Yesterday, a three-judge panel upheld U.S. District Judge's William Conley's 2013 opinion concluding the GOP-imposed law is "motivated by an improper purpose, namely to restrict the availability of abortion services in Wisconsin," (Bice, Spivak, Milwaukee Journal-Sentinel).
The case is Planned Parenthood of Wisconsin et al v. Attorney General Brad Schimel (N0 15-1736). Orals were heard October 1, 2015.
Schimel is a Republican who performs political work in the legal arena for the Scott Walker administration.
Writes Judge Richard Posner for the three-judge panel (with rightwing Judge Daniel Manion dissenting):
There are those who would criminalize all abortions, thus terminating the constitutional right asserted in Roe and Casey and a multitude of other decisions. And there are those who would criminalize all abortions except ones that terminate a pregnancy caused by rape or are necessary to protect the life or (in some versions) the health of the pregnant woman. But what makes no sense is to abridge the constitutional right to an abortion on the basis of spurious contentions regarding women’s health—and the abridgment challenged in this case would actually endanger women’s health. It would do that by reducing the number of abortion doctors in Wisconsin, thereby increasing the waiting time for obtaining an abortion, and that increase would in turn compel some women to defer abortion to the second trimester of their pregnancy—which the studies we cited earlier find to be riskier than a first-trimester abortion. For abortions performed in the first trimester the rate of major complications is 0.05-0.06 percent (that is, between five one-hundredths of 1 percent and six one-hundredths of 1 percent.
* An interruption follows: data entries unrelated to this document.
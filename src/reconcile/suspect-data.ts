import { monthEndDay, parseIsoDate } from '../calendar/days.js';
import { severityRank, type Finding } from '../findings.js';
import type { SeriesMasterRecord } from '../ingest/records.js';
import { needsBenchmark, type MetricId } from '../metrics/kernels.js';
import type { MetricRow, MetricsAnswer } from '../metrics/compute.js';
import { monthStartDay, parseWindow, windowMonths } from '../metrics/windows.js';

/**
 * Figures computed on suspect data: a window that holds an error-level finding of the checks
 * (an unannounced split, a spike, shifted dates …) gives a figure nobody should publish before
 * the data is fixed, however well navassay and the vendor agree on it.
 */

/** Findings about the vendor's own file say nothing about the data a figure is computed from. */
const NOT_ABOUT_DATA = new Set(['vendor_inconsistent']);

/** No finding: one shared empty list, never written. */
const NONE: readonly Finding[] = [];

/** The error-level findings of each series (or benchmark), for window look-ups. */
export class SuspectData {
  private readonly bySeries = new Map<string, Array<{ finding: Finding; first: number; last: number }>>();

  constructor(findings: readonly Finding[]) {
    for (const finding of findings) {
      if (severityRank(finding.severity) < severityRank('error') || NOT_ABOUT_DATA.has(finding.check)) continue;
      if (finding.series_id === null || finding.start === null) continue;
      const first = parseIsoDate(finding.start);
      const last = parseIsoDate(finding.end ?? finding.start);
      if (first === null || last === null) continue;
      const list = this.bySeries.get(finding.series_id) ?? [];
      list.push({ finding, first, last });
      this.bySeries.set(finding.series_id, list);
    }
  }

  /** Error-level findings on any of the ids whose dates meet the span (epoch days, inclusive). */
  within(ids: ReadonlyArray<string | null>, span: DaySpan): Finding[] {
    const found: Finding[] = [];
    for (const id of ids) {
      if (id === null) continue;
      for (const entry of this.bySeries.get(id) ?? []) if (entry.first <= span.last && entry.last >= span.first) found.push(entry.finding);
    }
    return found;
  }

  /** The findings a figure's window holds: the series', and its benchmark's for a benchmark figure. */
  forFigure(seriesId: string, benchmarkId: string | null, metric: MetricId, span: DaySpan | null): readonly Finding[] {
    if (span === null) return NONE;
    const withBenchmark = needsBenchmark(metric);
    // Most figures' series and benchmark have no error-level finding: answer those without building lists.
    if (!this.bySeries.has(seriesId) && !(withBenchmark && benchmarkId !== null && this.bySeries.has(benchmarkId))) return NONE;
    return this.within(withBenchmark ? [seriesId, benchmarkId] : [seriesId], span);
  }
}

export interface DaySpan {
  readonly first: number;
  readonly last: number;
}

/**
 * The days a window's data comes from: the first day of the month holding its first month-end
 * value, to the as-of day or its window's last month-end, whichever is earlier.
 */
export function windowDaySpan(asOf: number, window: string, windowEnd = 0): DaySpan | null {
  const months = parseWindow(window);
  if (months === null) return null;
  const span = windowMonths(asOf, months, windowEnd);
  return { first: monthStartDay(span.startMonth), last: Math.min(asOf, monthEndDay(span.endMonth)) };
}

/**
 * The metrics answer with `suspect_data` (the finding keys) on each figure whose window holds an
 * error-level finding. Additive: figures on clean data are unchanged.
 */
export function markSuspectFigures(answer: MetricsAnswer, findings: readonly Finding[], master: readonly SeriesMasterRecord[]): MetricsAnswer {
  const suspects = new SuspectData(findings);
  const asOf = parseIsoDate(answer.as_of)!;
  const benchmarkOf = new Map(master.map((record) => [record.series_id, record.benchmark_id]));
  const spans = new Map<string, DaySpan | null>();
  const metrics = answer.metrics.map((row): MetricRow => {
    if (!spans.has(row.window)) spans.set(row.window, windowDaySpan(asOf, row.window, answer.methodology.window_end));
    const benchmark = answer.methodology.benchmark ?? benchmarkOf.get(row.series_id) ?? null;
    const found = suspects.forFigure(row.series_id, benchmark, row.metric, spans.get(row.window)!);
    return found.length === 0 ? row : { ...row, suspect_data: found.map((finding) => finding.key) };
  });
  return { ...answer, metrics };
}
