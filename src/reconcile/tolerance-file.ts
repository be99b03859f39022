import { readFileSync } from 'node:fs';
import { InputError } from '../ingest/errors.js';
import { parseYaml, validateYaml } from '../config/yaml-errors.js';
import { ToleranceSettingsSchema, type ToleranceSettings } from './tolerances.js';

/** Reads a tolerances file (`run`, `categories`, `series`, as under `reconcile.tolerances` in a run configuration). */
export function loadToleranceFile(path: string): ToleranceSettings {
  let text: string;
  try {
    text = readFileSync(path, 'utf8');
  } catch {
    throw new InputError(`${path}: cannot open the tolerances file; check the path.`);
  }
  return validateYaml(parseYaml(text, path), ToleranceSettingsSchema) as ToleranceSettings;
}
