const UTF8 = new TextDecoder();
const NOT_CODED = -2;

/**
 * Text as codes of our own dictionary. Codes are handed out in the order rows first meet each
 * value, exactly as when every row's string went through the builder, so the table is the same;
 * but each entry of a Parquet dictionary is decoded and trimmed once, not once per row.
 */
class TextSink implements ValueSink {
  private readonly builder: TextDictionaryBuilder;
  private entries: Uint8Array[] | null = null;
  private codeOfEntry = new Int32Array(0);

  constructor(rowCount: number) {
    this.builder = new TextDictionaryBuilder(rowCount);
  }

  startChunk(): void {
    this.entries = null;
  }

  dictionary(page: Uint8Array, count: number): void {
    this.entries = plainByteArrays(page, count);
    this.codeOfEntry = new Int32Array(count).fill(NOT_CODED);
  }

  plain(bytes: Uint8Array, valueCount: number, rowStart: number, rows: number, defined: Uint8Array | null): void {
    const decoded = plainByteArrays(bytes, valueCount);
    const { builder } = this;
    let value = 0;
    for (let i = 0; i < rows; i++) {
      builder.set(rowStart + i, defined === null || defined[i] === 1 ? UTF8.decode(decoded[value++]!) : null);
    }
  }

  indices(indices: Int32Array, rowStart: number, rows: number, defined: Uint8Array | null): void {
    const entries = this.entries;
    if (entries === null) throw new Error('dictionary-encoded page without a dictionary');
    const codeOfEntry = this.codeOfEntry;
    for (let i = 0; i < indices.length; i++) {
      const entry = indices[i]!;
      if (entry >= entries.length) throw new Error('dictionary index past its dictionary');
      if (codeOfEntry[entry] === NOT_CODED) codeOfEntry[entry] = this.builder.codeFor(UTF8.decode(entries[entry]!));
    }
    const codes = this.builder.codes;
    if (defined === null) {
      for (let i = 0; i < rows; i++) codes[rowStart + i] = codeOfEntry[indices[i]!]!;
      return;
    }
    let value = 0;
    for (let i = 0; i < rows; i++) codes[rowStart + i] = defined[i] === 1 ? codeOfEntry[indices[value++]!]! : -1;
  }

  finish(): SourceColumn {
    const { codes, dictionary } = this.builder.finish();
    return { form: 'text', codes, dictionary };
  }
}
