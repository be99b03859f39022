import type { MetricId } from '../ingest/schema.js';
import { annualizationOf, COMMON_ANNUALIZATIONS, DIMENSION_CHOICES, type Methodology } from '../metrics/methodology.js';

/**
 * The changes the explanation search tries: every place a vendor's convention may differ from
 * the configured methodology. This file is the one list; to search a new dimension, add a line
 * to SEARCHED_VALUES (a dimension with a fixed set of choices in DIMENSION_CHOICES is searched
 * already) and, if it touches only some metrics, a line to AFFECTED_METRICS.
 */

/** One change from the configured methodology: a dimension and the value it takes. */
export interface Candidate {
  readonly dimension: string;
  readonly value: unknown;
}

/**
 * `scale` is how the vendor's number is read, not a computation setting: `percent` means the
 * vendor wrote 12.3 for 0.123 (whatever its unit column said), `decimal` that it wrote 0.123.
 */
export const SCALE = 'scale';

/**
 * Fixed annual minimum acceptable returns tried for downside deviation and Sortino, besides the
 * named ones: round annual targets (common practice: a MAR is a target the investor sets, and
 * published ones are round numbers). A fixed MAR is made per-period like the risk-free rate.
 */
const FIXED_MARS: readonly number[] = [0.02, 0.03, 0.05];

/**
 * Values tried for each dimension, besides the configured one, in the order ties are broken
 * (conventions vendors commonly differ by first); the benchmarks come from the files, last.
 */
const LISTED_VALUES: Readonly<Record<string, readonly unknown[]>> = {
  [SCALE]: ['percent', 'decimal'],
  sd_denominator: DIMENSION_CHOICES.sd_denominator,
  annualization: COMMON_ANNUALIZATIONS,
  frequency: DIMENSION_CHOICES.frequency,
  window_end: [-1, -2, -3],
  regression: DIMENSION_CHOICES.regression,
  mar: [...DIMENSION_CHOICES.mar, ...FIXED_MARS],
  dd_denominator: DIMENSION_CHOICES.dd_denominator,
  alpha_form: DIMENSION_CHOICES.alpha_form,
  return_type: DIMENSION_CHOICES.return_type,
};

/** Every other dimension with a fixed set of choices, so a new one is searched without a line here. */
const SEARCHED_VALUES: Readonly<Record<string, readonly unknown[]>> = {
  ...LISTED_VALUES,
  ...Object.fromEntries(Object.entries(DIMENSION_CHOICES).filter(([dimension]) => !(dimension in LISTED_VALUES))),
};

const BENCHMARK_FIGURES: readonly MetricId[] = ['beta', 'alpha', 'r_squared', 'tracking_error', 'information_ratio', 'treynor'];
/** Figures the per-period risk-free rate enters (excess returns, or the MAR of `mar: risk_free` or a fixed rate). */
const RATE_FIGURES: readonly MetricId[] = ['downside_deviation', 'beta', 'alpha', 'r_squared', 'sharpe', 'sortino', 'treynor'];

/**
 * The metrics a dimension can change (docs/methodology.md, formulas); a dimension not listed
 * may change any metric. The search skips a dimension for the other metrics.
 */
const AFFECTED_METRICS: Readonly<Record<string, readonly MetricId[]>> = {
  // Returns, risks and R² are printed in percent by many vendors; beta and the ratios never are.
  [SCALE]: ['return_annualized', 'std_dev', 'downside_deviation', 'alpha', 'r_squared', 'tracking_error', 'treynor', 'max_drawdown'],
  sd_denominator: ['std_dev', 'sharpe', 'tracking_error', 'information_ratio'],
  return_type: ['std_dev', 'downside_deviation', 'beta', 'alpha', 'r_squared', 'sharpe', 'sortino', 'tracking_error', 'information_ratio', 'treynor'],
  regression: ['beta', 'alpha', 'r_squared', 'treynor'],
  alpha_form: ['alpha'],
  mar: ['downside_deviation', 'sortino'],
  dd_denominator: ['downside_deviation', 'sortino'],
  benchmark: BENCHMARK_FIGURES,
  annualization: ['return_annualized', 'std_dev', 'downside_deviation', 'alpha', 'sharpe', 'sortino', 'tracking_error', 'information_ratio', 'treynor'],
  // max_drawdown too: under `drawdown: sampled` the sample points are the frequency's.
  frequency: ['return_annualized', 'std_dev', 'downside_deviation', 'beta', 'alpha', 'r_squared', 'sharpe', 'sortino', 'tracking_error', 'information_ratio', 'treynor', 'max_drawdown'],
  rate_periods: RATE_FIGURES,
  rate_conversion: RATE_FIGURES,
  drawdown: ['max_drawdown'],
  ratio_scale: ['sharpe', 'sortino', 'information_ratio', 'treynor'],
  // The annualised geometric returns: the return itself, and the alpha forms built on G.
  return_annualization: ['return_annualized', 'alpha'],
};

export interface CandidateContext {
  readonly metric: MetricId;
  readonly base: Methodology;
  /** The unit the vendor's file gave the figure. */
  readonly unit: 'decimal' | 'percent';
  /** The benchmark the series is measured against under the configured methodology. */
  readonly benchmark: string | null;
  /** Every benchmark id in the master or the benchmark file. */
  readonly benchmarks: readonly string[];
}

/** The single changes worth trying for one figure, in the order ties are broken. */
export function candidatesFor(context: CandidateContext): Candidate[] {
  const candidates: Candidate[] = [];
  const searched: Record<string, readonly unknown[]> = { ...SEARCHED_VALUES, benchmark: context.benchmarks };
  for (const [dimension, values] of Object.entries(searched)) {
    if (!affects(dimension, context.metric)) continue;
    for (const value of values) if (!isCurrent(dimension, value, context)) candidates.push({ dimension, value });
  }
  return candidates;
}

export function affects(dimension: string, metric: MetricId): boolean {
  const metrics = AFFECTED_METRICS[dimension];
  return metrics === undefined || metrics.includes(metric);
}

/** The value the figure already has for a dimension: trying it would change nothing. */
function isCurrent(dimension: string, value: unknown, context: CandidateContext): boolean {
  switch (dimension) {
    case SCALE:
      return value === context.unit;
    case 'annualization':
      return value === annualizationOf(context.base);
    case 'benchmark':
      return value === context.benchmark;
    default:
      return (context.base as unknown as Record<string, unknown>)[dimension] === value;
  }
}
It is 1.3 percent for second-trimester abortions between 22 and 26 times higher. [p.23]
Notes Posner on Republican end-around and disingenuous legislative initiatives to halt the Constitutionally protected women's' choice to choose to have an abortion:
A great many Americans, including a number of judges, legislators, governors, and civil servants, are passionately opposed to abortion—as they are entitled to be. But persons who have a sophisticated understanding of the law and of the Supreme Court know that convincing the Court to overrule Roe v. Wade and Planned Parenthood of Southeastern Pennsylvania v. Casey is a steep uphill fight, and so some of them proceed indirectly, seeking to discourage abortions by making it more difficult for women to obtain them. They may do this in the name of protecting the health of women who have abortions, yet as in this case the specific measures they support may do little or nothing for health, but rather strew impediments to abortion. [pp 24.25]
Concluded Posner: "[I]t is apparent that the defendants have failed to make a dent in the district court's opinion granting the permanent injunction sought by the plaintiffs." [pp 28, 29]
Roe, (upheld in Planned Parenthood of Se. Penn. v. Casey (1992)), is a landmark case acknowledging the personal, "fundamental" right to liberty and privacy (against state action) individual women retain in the First, Fourth, Fifth, Ninth, and Fourteenth Amendments.